(Beginning of Data records)
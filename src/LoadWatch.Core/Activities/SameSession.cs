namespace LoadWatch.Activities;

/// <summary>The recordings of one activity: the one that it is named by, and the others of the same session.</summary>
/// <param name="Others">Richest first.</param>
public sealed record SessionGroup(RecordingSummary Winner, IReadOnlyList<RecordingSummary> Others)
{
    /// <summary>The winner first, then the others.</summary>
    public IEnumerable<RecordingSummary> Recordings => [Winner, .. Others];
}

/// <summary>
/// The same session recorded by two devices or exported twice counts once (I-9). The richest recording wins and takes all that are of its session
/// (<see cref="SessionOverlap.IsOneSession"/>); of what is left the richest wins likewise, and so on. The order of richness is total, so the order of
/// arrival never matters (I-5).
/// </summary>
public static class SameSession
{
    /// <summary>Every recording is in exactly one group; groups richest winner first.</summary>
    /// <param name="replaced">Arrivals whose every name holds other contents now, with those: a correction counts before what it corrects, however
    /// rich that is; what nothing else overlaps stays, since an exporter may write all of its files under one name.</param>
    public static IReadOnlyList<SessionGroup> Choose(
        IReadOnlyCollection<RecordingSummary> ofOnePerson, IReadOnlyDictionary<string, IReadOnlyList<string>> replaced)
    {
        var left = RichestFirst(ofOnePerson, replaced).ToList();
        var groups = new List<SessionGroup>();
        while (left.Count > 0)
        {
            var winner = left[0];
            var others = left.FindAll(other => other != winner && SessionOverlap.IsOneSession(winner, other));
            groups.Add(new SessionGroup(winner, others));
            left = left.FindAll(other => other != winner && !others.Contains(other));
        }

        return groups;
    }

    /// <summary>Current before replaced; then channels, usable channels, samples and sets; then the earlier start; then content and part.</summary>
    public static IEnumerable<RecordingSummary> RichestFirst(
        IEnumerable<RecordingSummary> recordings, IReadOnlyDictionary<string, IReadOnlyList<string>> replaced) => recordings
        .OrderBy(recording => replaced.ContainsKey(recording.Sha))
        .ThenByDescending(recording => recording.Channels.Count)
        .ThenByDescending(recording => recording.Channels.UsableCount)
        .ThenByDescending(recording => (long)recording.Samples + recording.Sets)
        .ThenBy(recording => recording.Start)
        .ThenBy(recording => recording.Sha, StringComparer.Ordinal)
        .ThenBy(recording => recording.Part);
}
(End of Data records)
(Beginning of Data records)
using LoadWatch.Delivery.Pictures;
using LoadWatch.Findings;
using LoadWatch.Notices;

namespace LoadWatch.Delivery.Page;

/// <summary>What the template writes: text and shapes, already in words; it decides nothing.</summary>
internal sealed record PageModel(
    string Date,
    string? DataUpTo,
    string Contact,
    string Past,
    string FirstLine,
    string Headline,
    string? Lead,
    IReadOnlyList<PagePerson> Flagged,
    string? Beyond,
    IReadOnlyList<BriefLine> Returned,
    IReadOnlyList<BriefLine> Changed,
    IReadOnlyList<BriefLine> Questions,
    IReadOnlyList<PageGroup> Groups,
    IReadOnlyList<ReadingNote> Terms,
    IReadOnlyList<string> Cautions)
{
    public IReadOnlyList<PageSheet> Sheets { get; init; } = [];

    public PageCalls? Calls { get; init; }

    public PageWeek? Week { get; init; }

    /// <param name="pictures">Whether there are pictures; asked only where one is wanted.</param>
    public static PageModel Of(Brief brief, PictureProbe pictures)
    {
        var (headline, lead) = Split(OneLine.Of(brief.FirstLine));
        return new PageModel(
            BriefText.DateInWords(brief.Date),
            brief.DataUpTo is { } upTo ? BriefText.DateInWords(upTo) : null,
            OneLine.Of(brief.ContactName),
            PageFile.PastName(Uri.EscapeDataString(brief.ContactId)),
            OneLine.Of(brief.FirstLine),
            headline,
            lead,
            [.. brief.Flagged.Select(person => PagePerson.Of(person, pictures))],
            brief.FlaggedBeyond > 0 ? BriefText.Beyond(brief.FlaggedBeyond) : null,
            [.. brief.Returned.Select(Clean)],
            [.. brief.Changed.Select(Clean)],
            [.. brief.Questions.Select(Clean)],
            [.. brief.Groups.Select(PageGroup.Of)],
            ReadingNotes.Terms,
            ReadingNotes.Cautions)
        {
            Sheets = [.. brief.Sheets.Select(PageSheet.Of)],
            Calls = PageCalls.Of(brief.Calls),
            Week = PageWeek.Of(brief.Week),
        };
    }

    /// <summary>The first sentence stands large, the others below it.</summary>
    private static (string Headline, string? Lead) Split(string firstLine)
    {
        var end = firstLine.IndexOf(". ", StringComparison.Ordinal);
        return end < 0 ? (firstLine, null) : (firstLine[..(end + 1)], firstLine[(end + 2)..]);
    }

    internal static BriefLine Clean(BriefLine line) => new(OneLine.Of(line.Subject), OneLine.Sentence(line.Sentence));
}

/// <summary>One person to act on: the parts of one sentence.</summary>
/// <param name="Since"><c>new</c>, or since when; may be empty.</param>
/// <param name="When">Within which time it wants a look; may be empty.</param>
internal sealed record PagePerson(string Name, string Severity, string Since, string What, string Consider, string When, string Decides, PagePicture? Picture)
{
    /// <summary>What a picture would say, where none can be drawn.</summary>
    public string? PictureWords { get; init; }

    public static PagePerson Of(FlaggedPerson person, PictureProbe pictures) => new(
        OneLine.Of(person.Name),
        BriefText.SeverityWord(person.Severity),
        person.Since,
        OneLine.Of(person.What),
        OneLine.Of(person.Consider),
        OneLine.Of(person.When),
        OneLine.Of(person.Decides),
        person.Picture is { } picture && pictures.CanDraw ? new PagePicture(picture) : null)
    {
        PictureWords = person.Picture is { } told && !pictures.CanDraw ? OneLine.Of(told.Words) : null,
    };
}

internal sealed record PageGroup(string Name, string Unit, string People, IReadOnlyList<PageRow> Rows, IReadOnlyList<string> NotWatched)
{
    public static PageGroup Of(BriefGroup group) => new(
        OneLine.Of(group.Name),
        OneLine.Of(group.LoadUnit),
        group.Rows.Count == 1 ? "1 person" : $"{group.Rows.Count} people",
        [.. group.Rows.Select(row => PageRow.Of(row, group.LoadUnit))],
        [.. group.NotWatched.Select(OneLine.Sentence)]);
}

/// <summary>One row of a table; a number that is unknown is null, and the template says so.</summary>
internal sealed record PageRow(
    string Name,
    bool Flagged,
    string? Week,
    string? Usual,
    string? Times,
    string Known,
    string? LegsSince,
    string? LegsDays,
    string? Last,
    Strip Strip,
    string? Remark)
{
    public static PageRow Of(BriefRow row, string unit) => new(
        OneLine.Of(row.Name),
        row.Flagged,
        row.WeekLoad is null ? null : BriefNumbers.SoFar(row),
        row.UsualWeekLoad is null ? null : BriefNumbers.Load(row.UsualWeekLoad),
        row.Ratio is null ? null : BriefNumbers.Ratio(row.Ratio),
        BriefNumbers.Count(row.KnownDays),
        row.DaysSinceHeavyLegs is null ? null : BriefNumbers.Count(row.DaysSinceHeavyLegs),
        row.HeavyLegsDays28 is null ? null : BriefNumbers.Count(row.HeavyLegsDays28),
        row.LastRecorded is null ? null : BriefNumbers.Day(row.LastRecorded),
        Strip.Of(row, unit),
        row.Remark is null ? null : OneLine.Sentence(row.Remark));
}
(End of Data records)
• **Task goal**:
Could you copy out every line in the listing where the word "Beyond" appears?

• **Exercise solution**:
    string? Beyond,
            brief.FlaggedBeyond > 0 ? BriefText.Beyond(brief.FlaggedBeyond) : null,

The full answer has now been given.